TRY IT: In the entries below, count the lines that contain the word "calSpans" and give only that number.

BEGIN TASK INPUTS

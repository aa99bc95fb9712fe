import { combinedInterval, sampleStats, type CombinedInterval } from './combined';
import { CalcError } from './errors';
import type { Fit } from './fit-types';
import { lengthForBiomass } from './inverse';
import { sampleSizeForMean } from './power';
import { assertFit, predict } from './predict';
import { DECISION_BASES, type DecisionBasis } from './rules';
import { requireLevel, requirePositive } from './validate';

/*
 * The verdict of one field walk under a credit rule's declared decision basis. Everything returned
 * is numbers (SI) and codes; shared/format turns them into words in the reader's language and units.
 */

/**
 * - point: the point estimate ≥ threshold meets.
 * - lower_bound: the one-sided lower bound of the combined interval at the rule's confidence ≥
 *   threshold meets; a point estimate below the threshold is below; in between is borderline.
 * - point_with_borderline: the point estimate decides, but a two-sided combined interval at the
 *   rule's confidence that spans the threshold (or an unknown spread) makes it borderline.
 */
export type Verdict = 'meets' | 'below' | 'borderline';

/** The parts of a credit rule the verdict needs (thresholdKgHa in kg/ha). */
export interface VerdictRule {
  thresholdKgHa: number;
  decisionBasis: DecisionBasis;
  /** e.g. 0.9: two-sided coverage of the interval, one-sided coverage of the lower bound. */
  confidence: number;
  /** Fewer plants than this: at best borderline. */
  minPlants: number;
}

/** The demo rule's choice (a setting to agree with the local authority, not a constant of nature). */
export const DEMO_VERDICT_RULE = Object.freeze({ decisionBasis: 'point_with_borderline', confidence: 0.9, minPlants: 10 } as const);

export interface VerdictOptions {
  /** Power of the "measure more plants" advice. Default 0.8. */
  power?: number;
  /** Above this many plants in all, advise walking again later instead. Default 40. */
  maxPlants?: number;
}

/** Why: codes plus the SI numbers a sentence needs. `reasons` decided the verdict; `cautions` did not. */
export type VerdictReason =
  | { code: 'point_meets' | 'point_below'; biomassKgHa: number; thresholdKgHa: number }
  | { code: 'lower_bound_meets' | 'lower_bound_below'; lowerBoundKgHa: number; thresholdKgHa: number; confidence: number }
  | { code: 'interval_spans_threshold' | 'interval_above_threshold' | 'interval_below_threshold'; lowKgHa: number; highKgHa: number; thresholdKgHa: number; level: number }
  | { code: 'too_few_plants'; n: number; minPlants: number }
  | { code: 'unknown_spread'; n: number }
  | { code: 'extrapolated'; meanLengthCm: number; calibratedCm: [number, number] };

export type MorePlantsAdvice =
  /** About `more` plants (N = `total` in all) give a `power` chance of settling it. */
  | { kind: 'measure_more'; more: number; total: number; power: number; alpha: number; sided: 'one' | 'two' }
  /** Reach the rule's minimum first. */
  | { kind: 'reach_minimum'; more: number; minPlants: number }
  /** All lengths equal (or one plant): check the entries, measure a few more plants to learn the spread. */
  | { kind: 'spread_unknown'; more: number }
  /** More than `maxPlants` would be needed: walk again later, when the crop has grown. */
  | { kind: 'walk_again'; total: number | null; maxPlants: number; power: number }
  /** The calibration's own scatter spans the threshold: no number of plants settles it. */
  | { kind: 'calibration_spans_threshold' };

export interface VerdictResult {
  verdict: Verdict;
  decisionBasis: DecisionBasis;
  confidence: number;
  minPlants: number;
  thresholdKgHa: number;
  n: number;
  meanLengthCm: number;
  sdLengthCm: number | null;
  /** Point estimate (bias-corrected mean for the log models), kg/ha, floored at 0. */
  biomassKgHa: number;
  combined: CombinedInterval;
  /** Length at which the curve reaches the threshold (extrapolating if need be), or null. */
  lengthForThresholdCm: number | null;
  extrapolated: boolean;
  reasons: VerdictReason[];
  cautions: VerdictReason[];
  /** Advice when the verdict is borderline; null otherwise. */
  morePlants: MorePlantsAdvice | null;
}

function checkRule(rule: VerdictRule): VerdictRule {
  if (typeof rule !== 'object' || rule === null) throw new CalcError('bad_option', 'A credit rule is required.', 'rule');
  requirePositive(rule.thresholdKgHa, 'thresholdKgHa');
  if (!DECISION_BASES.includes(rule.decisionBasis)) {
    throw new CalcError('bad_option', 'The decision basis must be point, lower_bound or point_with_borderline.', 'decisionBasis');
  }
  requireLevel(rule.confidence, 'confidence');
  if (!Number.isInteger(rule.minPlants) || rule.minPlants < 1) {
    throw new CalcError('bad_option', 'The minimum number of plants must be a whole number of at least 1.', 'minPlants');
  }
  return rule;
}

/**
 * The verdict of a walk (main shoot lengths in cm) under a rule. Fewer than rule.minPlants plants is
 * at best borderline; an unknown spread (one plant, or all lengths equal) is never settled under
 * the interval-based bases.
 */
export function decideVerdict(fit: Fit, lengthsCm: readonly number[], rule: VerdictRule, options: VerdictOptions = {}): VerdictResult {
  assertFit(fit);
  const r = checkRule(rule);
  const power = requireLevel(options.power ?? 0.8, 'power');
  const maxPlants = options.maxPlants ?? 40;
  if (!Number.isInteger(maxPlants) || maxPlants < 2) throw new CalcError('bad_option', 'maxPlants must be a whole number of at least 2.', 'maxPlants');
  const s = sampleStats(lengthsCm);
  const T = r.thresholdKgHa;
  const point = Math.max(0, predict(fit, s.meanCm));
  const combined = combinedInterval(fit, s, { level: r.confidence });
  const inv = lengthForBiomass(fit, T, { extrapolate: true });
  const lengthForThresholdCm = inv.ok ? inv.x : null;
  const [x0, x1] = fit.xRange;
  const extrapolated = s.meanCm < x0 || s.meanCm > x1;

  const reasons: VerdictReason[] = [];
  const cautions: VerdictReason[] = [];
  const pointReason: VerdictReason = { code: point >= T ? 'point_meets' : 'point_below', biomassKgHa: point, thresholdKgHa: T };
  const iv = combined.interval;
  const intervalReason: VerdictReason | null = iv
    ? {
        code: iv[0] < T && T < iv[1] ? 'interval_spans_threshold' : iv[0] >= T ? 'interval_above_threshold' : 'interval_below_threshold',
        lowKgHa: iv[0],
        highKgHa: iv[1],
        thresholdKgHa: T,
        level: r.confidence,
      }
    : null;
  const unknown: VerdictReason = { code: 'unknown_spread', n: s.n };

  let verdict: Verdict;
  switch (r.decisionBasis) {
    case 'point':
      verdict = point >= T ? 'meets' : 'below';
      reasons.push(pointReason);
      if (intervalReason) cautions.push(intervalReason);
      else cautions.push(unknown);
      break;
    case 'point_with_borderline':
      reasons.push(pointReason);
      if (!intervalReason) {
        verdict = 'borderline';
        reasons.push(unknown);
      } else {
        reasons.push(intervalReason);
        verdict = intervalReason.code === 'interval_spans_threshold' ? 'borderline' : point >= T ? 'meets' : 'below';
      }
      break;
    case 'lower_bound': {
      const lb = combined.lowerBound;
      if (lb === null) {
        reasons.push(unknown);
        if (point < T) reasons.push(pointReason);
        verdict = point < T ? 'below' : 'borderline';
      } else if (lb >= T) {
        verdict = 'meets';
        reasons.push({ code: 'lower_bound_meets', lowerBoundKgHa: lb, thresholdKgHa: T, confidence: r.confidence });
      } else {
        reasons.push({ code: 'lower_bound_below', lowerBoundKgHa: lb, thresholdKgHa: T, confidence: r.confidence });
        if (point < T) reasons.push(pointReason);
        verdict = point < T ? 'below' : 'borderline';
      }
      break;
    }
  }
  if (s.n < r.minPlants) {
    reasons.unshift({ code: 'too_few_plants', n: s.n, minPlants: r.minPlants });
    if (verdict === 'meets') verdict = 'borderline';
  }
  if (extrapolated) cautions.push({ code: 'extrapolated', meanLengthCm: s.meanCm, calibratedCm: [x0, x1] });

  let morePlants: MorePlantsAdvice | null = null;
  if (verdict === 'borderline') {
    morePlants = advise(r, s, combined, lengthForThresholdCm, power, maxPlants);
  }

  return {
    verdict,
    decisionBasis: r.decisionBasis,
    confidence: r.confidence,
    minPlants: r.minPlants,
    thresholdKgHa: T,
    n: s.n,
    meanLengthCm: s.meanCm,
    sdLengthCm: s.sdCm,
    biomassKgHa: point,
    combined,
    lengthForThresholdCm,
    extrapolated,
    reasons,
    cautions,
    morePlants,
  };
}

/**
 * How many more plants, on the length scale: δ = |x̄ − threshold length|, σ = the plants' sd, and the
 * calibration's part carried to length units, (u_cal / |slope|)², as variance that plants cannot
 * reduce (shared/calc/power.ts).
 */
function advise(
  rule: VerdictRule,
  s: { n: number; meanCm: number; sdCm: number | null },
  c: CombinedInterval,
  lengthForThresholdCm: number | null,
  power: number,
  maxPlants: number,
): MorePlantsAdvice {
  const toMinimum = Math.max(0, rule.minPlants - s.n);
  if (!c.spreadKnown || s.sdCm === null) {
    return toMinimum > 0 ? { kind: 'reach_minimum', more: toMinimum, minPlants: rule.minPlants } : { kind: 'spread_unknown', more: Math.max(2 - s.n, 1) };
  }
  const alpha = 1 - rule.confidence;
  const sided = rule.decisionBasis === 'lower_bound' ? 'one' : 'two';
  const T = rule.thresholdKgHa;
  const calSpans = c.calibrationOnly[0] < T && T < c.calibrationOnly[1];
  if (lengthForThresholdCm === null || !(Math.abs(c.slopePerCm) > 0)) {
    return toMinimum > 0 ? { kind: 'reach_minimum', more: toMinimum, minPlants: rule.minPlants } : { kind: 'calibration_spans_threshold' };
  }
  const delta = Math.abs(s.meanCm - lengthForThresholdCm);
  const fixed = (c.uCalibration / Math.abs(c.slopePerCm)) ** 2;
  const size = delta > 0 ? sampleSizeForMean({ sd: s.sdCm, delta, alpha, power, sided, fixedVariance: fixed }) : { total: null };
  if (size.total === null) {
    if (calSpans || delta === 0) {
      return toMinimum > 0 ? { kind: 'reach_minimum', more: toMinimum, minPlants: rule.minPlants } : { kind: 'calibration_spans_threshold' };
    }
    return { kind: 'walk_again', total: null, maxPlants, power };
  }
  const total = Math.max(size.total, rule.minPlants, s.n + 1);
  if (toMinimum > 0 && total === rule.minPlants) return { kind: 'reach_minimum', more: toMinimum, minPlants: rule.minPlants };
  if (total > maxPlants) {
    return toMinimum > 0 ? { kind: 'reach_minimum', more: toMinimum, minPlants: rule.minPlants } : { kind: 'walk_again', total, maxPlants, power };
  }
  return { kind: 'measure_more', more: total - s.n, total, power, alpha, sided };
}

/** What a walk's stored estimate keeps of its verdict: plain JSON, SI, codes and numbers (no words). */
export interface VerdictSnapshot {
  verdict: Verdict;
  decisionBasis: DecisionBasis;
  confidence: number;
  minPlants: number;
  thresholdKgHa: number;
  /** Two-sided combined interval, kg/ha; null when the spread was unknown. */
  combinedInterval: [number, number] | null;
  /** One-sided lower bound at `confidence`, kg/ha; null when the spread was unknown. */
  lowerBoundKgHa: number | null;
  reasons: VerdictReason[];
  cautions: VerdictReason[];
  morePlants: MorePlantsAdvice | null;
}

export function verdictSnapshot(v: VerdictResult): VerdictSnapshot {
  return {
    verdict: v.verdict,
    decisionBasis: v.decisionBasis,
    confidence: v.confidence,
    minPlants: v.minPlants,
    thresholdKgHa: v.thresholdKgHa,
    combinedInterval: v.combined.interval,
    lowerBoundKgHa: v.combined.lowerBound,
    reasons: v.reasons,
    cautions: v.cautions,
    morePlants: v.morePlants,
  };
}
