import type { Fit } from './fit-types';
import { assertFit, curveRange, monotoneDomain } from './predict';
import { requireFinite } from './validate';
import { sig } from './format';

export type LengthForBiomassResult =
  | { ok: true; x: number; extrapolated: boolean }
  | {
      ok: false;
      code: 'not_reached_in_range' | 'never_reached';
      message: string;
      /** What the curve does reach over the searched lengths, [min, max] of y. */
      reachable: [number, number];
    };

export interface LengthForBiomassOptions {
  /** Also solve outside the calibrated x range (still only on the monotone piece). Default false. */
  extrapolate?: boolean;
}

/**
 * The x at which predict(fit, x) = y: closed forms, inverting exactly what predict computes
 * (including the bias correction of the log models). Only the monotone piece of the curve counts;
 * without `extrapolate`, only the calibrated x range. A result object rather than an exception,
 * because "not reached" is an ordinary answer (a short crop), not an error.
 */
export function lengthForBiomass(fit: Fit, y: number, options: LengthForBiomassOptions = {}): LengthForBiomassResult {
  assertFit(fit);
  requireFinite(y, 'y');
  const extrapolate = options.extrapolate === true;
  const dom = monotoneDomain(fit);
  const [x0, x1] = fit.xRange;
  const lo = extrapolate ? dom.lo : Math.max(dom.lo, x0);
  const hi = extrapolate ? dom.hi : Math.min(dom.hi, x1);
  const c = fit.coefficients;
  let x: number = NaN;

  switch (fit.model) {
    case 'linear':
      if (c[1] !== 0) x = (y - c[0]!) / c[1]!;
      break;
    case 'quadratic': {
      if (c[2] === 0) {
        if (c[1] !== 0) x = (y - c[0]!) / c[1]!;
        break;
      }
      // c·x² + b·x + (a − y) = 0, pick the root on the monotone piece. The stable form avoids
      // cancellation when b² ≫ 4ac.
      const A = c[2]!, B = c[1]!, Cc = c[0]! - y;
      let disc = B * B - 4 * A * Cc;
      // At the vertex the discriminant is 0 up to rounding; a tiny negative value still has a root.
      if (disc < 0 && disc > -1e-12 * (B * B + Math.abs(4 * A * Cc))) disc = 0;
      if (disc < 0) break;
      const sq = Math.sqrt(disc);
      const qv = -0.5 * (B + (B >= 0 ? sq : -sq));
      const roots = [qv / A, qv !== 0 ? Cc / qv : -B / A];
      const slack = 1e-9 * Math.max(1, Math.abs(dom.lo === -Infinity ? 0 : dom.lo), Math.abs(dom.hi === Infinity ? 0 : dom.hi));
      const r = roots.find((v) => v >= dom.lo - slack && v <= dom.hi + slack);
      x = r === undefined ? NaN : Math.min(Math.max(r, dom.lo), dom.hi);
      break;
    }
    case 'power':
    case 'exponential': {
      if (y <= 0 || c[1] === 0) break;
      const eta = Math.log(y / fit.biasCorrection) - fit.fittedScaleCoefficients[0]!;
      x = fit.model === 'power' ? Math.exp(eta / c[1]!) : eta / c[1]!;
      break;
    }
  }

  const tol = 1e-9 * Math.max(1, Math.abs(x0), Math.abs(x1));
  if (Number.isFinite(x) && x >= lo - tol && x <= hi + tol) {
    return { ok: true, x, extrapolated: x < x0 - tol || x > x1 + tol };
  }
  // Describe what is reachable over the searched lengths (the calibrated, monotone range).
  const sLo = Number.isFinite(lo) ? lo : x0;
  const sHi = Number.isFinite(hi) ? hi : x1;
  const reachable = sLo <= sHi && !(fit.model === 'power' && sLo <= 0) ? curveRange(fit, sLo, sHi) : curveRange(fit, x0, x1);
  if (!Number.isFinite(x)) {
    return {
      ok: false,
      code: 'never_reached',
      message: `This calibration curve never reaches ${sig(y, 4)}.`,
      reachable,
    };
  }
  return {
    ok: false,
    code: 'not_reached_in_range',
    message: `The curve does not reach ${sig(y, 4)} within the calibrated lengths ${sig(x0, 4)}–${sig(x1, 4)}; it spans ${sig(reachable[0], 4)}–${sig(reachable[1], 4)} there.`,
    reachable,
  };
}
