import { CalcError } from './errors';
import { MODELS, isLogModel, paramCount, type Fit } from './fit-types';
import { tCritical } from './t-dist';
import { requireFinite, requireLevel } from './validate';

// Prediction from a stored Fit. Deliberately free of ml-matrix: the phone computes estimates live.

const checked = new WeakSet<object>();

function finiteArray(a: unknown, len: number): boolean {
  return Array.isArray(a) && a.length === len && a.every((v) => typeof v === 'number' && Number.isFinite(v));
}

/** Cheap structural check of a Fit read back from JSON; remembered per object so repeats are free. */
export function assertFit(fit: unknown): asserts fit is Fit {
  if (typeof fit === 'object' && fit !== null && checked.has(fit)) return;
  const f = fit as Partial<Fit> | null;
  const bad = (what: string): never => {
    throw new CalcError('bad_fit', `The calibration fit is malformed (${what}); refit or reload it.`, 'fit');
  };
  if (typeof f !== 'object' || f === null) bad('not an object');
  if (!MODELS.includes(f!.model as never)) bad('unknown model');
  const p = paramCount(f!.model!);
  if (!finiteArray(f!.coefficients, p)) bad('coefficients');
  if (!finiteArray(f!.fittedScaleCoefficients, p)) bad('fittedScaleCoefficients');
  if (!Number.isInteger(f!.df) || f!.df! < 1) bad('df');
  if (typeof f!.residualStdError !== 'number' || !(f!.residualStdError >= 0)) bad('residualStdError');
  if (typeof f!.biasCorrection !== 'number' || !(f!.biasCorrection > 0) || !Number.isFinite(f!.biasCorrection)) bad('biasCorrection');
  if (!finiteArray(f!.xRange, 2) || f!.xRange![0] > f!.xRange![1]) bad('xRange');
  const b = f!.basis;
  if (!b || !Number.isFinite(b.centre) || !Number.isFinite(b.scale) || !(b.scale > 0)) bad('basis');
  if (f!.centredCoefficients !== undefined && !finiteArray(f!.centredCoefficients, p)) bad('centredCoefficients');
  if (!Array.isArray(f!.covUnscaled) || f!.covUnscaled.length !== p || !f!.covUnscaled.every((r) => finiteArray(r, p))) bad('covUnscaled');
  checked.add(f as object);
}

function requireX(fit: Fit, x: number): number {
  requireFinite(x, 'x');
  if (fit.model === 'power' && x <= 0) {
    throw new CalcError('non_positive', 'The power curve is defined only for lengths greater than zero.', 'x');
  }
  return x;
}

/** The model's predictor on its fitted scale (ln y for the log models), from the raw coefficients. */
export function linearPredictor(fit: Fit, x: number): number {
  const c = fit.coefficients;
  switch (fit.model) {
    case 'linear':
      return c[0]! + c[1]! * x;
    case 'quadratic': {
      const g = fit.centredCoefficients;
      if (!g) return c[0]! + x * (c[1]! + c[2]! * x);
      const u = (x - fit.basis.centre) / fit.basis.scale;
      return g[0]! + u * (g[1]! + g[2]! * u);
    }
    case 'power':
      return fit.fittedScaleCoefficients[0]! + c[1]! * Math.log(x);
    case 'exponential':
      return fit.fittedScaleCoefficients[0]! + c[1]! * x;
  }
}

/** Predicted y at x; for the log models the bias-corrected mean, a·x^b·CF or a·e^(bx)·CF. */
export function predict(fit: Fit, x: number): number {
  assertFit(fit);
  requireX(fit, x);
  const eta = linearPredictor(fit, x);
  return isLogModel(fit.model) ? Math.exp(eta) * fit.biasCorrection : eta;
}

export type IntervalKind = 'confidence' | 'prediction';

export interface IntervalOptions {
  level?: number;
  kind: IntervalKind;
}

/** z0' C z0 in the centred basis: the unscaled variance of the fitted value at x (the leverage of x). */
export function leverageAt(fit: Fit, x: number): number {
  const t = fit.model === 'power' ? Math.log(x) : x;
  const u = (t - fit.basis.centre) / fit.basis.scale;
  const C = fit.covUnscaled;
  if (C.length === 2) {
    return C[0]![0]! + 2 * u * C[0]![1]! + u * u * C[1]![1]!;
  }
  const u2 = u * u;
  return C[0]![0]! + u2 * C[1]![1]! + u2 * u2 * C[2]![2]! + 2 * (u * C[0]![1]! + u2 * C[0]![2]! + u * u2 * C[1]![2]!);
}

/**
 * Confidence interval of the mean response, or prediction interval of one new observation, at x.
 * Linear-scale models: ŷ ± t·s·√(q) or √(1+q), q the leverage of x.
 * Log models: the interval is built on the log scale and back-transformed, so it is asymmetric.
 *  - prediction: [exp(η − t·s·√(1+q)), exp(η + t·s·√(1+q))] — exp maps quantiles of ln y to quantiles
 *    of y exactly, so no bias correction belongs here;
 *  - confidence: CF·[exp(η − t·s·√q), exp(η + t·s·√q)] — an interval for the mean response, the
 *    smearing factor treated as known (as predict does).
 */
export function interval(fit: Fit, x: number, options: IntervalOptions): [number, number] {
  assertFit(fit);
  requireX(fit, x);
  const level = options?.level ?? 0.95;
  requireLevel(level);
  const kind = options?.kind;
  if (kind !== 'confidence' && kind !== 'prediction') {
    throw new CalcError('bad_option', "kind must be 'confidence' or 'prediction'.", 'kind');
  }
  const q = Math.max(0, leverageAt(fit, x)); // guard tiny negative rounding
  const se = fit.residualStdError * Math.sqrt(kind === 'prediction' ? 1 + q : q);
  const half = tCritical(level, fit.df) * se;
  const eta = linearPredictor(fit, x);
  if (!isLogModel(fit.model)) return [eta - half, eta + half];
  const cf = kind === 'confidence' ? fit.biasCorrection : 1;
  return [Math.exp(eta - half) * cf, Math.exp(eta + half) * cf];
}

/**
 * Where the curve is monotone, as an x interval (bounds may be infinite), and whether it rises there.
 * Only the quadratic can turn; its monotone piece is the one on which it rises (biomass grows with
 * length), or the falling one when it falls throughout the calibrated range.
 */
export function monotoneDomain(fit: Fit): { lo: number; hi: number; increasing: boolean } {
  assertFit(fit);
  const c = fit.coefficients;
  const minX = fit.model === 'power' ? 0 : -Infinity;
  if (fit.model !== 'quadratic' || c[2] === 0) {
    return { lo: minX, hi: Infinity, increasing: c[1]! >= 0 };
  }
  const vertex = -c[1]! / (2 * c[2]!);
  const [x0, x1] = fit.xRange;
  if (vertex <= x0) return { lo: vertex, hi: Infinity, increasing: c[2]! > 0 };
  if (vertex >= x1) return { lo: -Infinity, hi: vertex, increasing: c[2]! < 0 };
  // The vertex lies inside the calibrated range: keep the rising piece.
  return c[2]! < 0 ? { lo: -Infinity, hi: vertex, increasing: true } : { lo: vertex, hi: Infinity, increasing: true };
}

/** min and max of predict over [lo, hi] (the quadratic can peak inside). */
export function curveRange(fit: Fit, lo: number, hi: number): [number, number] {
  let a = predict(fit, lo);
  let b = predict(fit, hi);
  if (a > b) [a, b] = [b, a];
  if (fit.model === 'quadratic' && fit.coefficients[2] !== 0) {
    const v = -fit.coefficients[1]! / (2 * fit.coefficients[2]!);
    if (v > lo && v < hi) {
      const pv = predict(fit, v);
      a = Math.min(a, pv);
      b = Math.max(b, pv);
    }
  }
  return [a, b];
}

END TASK INPUTS

WRITTEN REPLY: 2